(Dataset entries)
------------------------------------

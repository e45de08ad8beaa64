"""Ingest: every bad-record case goes to quarantine with its reason code and the row intact.

Leap-second facts: IERS Bulletin C 52 (a positive leap second at the end of
2016-12-31) and IERS Bulletin C 49 (end of 2015-06-30); no leap second at
the end of 2017-01-01 or 2016-12-30.  UTC with integer leap seconds starts
1972-01-01 (ITU-R TF.460-6).
"""
from __future__ import annotations

import math

import numpy as np
import pyarrow as pa
import pyarrow.parquet as pq
import pytest

from pipelines.errors import InputFileError
from pipelines.ingest import iter_ingest
from stages.physics.leap_seconds import load_leap_table

GOOD_ROW = dict(record_id="ok", station="CFL", target="TERN-4", observable="range_two_way",
                time_tag="2016-12-31T12:00:00Z", value=1000.0, unit="s", uncertainty=1e-9, transmit_station="CFL",
                count_s=None, reference_frequency_hz=None, turnaround_ratio=None)
DOPPLER = dict(observable="doppler_two_way", unit="Hz", count_s=60.0, reference_frequency_hz=7.16e9)

# (reason, changes to a good row)
TRACKING_CASES = [
    ("time_tag_missing", dict(time_tag=None)),
    ("time_tag_unparseable", dict(time_tag="31/12/2016 12:00")),
    ("time_tag_invalid_field", dict(time_tag="2017-02-29T00:00:00Z")),
    ("time_tag_not_utc", dict(time_tag="2016-12-31T12:00:00-05:00")),
    ("time_tag_out_of_span", dict(time_tag="1971-12-31T23:59:59Z")),
    ("time_tag_out_of_span", dict(time_tag="2199-01-01T00:00:00Z")),
    ("leap_second_invalid", dict(time_tag="2017-01-01T23:59:60Z")),
    ("leap_second_invalid", dict(time_tag="2016-12-30T23:59:60.5Z")),
    ("record_id_missing", dict(record_id=None)),
    ("record_id_missing", dict(record_id="  ")),
    ("station_missing", dict(station=None)),
    ("station_missing", dict(station="")),
    ("station_missing", dict(observable="range_three_way", transmit_station=None)),
    ("target_missing", dict(target=None)),
    ("observable_unknown", dict(observable="range_four_way")),
    ("unit_invalid", dict(unit="km")),
    ("unit_invalid", dict(observable="doppler_two_way", unit="s")),
    ("value_not_finite", dict(value=math.nan)),
    ("value_not_finite", dict(value=math.inf)),
    ("value_not_finite", dict(value=None)),
    ("uncertainty_invalid", dict(uncertainty=-1.0)),
    ("uncertainty_invalid", dict(uncertainty=math.nan)),
    # Doppler records (README, "Record schemas": count_s > 0; reference_frequency_hz > 0 when in Hz)
    ("count_interval_invalid", dict(DOPPLER, count_s=0.0)),
    ("count_interval_invalid", dict(DOPPLER, count_s=-60.0)),
    ("count_interval_invalid", dict(DOPPLER, count_s=None)),
    ("count_interval_invalid", dict(DOPPLER, observable="doppler_one_way", unit="1", count_s=math.inf)),
    ("reference_frequency_invalid", dict(DOPPLER, reference_frequency_hz=None)),
    ("reference_frequency_invalid", dict(DOPPLER, reference_frequency_hz=-7.16e9)),
    ("reference_frequency_invalid", dict(DOPPLER, turnaround_ratio=0.0)),
    ("reference_frequency_invalid", dict(DOPPLER, turnaround_ratio=math.nan)),
]

VALID_EDGE_CASES = [
    dict(time_tag="2016-12-31T23:59:60Z"),            # leap second (Bulletin C 52)
    dict(time_tag="2015-06-30T23:59:60.999999999999Z"),  # leap second (Bulletin C 49), ps digits
    dict(time_tag="1972-01-01T00:00:00Z"),            # first day of integer-second UTC
    dict(DOPPLER),
    dict(DOPPLER, observable="doppler_one_way", unit="1", reference_frequency_hz=None),  # y needs no frequency
    dict(DOPPLER, turnaround_ratio=880.0 / 749.0),
    dict(observable="range_one_way", unit="m"),
]


def _write(tmp_path, rows, name="raw.parquet", schema=None):
    path = tmp_path / name
    pq.write_table(pa.Table.from_pylist(rows, schema=schema), path)
    return path


def _ingest(path, kind="tracking", batch_rows=1000):
    good, bad = [], []
    for b in iter_ingest(path, kind, load_leap_table(), batch_rows):
        good.append(b.good)
        bad.append(b.quarantined)
    return pa.concat_tables(good), pa.concat_tables(bad)


def test_each_bad_tracking_record_is_quarantined_with_its_reason(tmp_path):
    rows = [dict(GOOD_ROW, record_id=f"bad{i}", **change) if "record_id" not in change else dict(GOOD_ROW, **change)
            for i, (_, change) in enumerate(TRACKING_CASES)]
    rows += [dict(GOOD_ROW, record_id=f"edge{i}", **c) for i, c in enumerate(VALID_EDGE_CASES)]
    path = _write(tmp_path, rows)
    good, bad = _ingest(path)
    assert good.num_rows + bad.num_rows == len(rows)
    got = dict(zip(bad["source_row"].to_pylist(), bad["quarantine_reason"].to_pylist()))
    for i, (reason, change) in enumerate(TRACKING_CASES):
        assert got.get(i) == reason, (change, got.get(i))
    assert sorted(good["record_id"].to_pylist()) == [f"edge{i}" for i in range(len(VALID_EDGE_CASES))]
    # the quarantined rows are the raw rows, intact
    raw = pq.read_table(path)
    original = raw.take(pa.array(bad["source_row"]))
    for name in raw.column_names:  # repr: NaN must compare equal to NaN here
        assert list(map(repr, bad[name].to_pylist())) == list(map(repr, original[name].to_pylist())), name
        assert bad.schema.field(name).type == raw.schema.field(name).type
    assert set(bad["quarantine_step"].to_pylist()) == {"ingest"}


def test_leap_second_tag_is_kept_exactly(tmp_path):
    path = _write(tmp_path, [dict(GOOD_ROW, time_tag="2016-12-31T23:59:60.123456789012Z")])
    good, bad = _ingest(path)
    assert bad.num_rows == 0
    # MJD 57753 = 2016-12-31 (MJD = JD - 2400000.5; reference library: datetime.date.toordinal - 678576)
    import datetime

    assert good["utc_mjd"].to_pylist() == [datetime.date(2016, 12, 31).toordinal() - 678576]
    assert good["utc_sod_ps"].to_pylist() == [86400_123456789012]


def test_duplicates_across_batches_keep_the_first(tmp_path):
    rng = np.random.default_rng(5)
    ids = [f"id{k}" for k in rng.integers(0, 300, 2000)]
    rows = [dict(GOOD_ROW, record_id=i) for i in ids]
    path = _write(tmp_path, rows)
    good, bad = _ingest(path, batch_rows=1000)
    seen, expected_dups = set(), []
    for row, i in enumerate(ids):  # plain-Python reference, test only
        if i in seen:
            expected_dups.append(row)
        seen.add(i)
    assert sorted(bad["source_row"].to_pylist()) == expected_dups
    assert set(bad["quarantine_reason"].to_pylist()) == {"record_id_duplicate"}
    assert sorted(good["record_id"].to_pylist()) == sorted(seen)


CLOCK_ROW = dict(record_id="c", remote_clock="MRT2-RB", reference_clock="NORTHLAB-HM1",
                 time_tag="2017-01-01T00:00:00Z", observable="fractional_frequency", value=4.4e-10,
                 uncertainty=1e-13, averaging_s=300.0)


@pytest.mark.parametrize("reason, change", [
    ("clock_missing", dict(remote_clock=None)),
    ("clock_missing", dict(reference_clock="")),
    ("observable_unknown", dict(observable="phase")),
    ("averaging_invalid", dict(averaging_s=0.0)),
    ("averaging_invalid", dict(averaging_s=-300.0)),
    ("averaging_invalid", dict(averaging_s=None)),
])
def test_bad_clock_records(tmp_path, reason, change):
    path = _write(tmp_path, [CLOCK_ROW, dict(CLOCK_ROW, record_id="bad", **change),
                             dict(CLOCK_ROW, record_id="offset", observable="time_offset", averaging_s=None)])
    good, bad = _ingest(path, "clock")
    assert bad["quarantine_reason"].to_pylist() == [reason]
    assert good["record_id"].to_pylist() == ["c", "offset"]


def test_arrow_timestamps_are_accepted(tmp_path):
    schema = pa.schema([(k, pa.string()) for k in GOOD_ROW if k != "time_tag"] + [("time_tag", pa.timestamp("us", tz="UTC"))])
    numbers = ("value", "uncertainty", "count_s", "reference_frequency_hz", "turnaround_ratio")
    schema = pa.schema([f if f.name not in numbers else pa.field(f.name, pa.float64()) for f in schema])
    import datetime

    t = datetime.datetime(2020, 2, 29, 23, 59, 59, 999999, tzinfo=datetime.timezone.utc)
    path = _write(tmp_path, [dict(GOOD_ROW, time_tag=t)], schema=schema)
    good, bad = _ingest(path)
    assert good["utc_mjd"].to_pylist() == [datetime.date(2020, 2, 29).toordinal() - 678576]
    assert good["utc_sod_ps"].to_pylist() == [86399_999999_000000]


@pytest.mark.parametrize("mutate, words", [
    (lambda t: t.drop_columns(["station"]), "missing required column 'station'"),
    (lambda t: t.set_column(t.schema.get_field_index("uncertainty"), "uncertainty", pa.array(["x"])),
     "column 'uncertainty' has type string, expected floating point or integer"),
    (lambda t: t.set_column(t.schema.get_field_index("time_tag"), "time_tag", pa.array([1.5])),
     "column 'time_tag' has type double, expected timestamp or ISO 8601 string"),
    (lambda t: t.append_column("ledger", pa.array(["mine"])), "reserved for relcorr's own use"),
])
def test_file_level_faults_raise_a_clear_error(tmp_path, mutate, words):
    table = mutate(pa.Table.from_pylist([GOOD_ROW]))
    path = tmp_path / "f.parquet"
    pq.write_table(table, path)
    with pytest.raises(InputFileError) as ei:
        _ingest(path)
    assert words in str(ei.value) and str(path) in str(ei.value)


def test_truncated_file(tmp_path):
    path = _write(tmp_path, [GOOD_ROW] * 100)
    data = path.read_bytes()
    path.write_bytes(data[:-20])
    with pytest.raises(InputFileError, match="unreadable or truncated"):
        _ingest(path)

------------------------------------

• Task goal: Each line in the data above either holds "enumerate" or does not. State how many do, as a bare number.

• Answer space: 4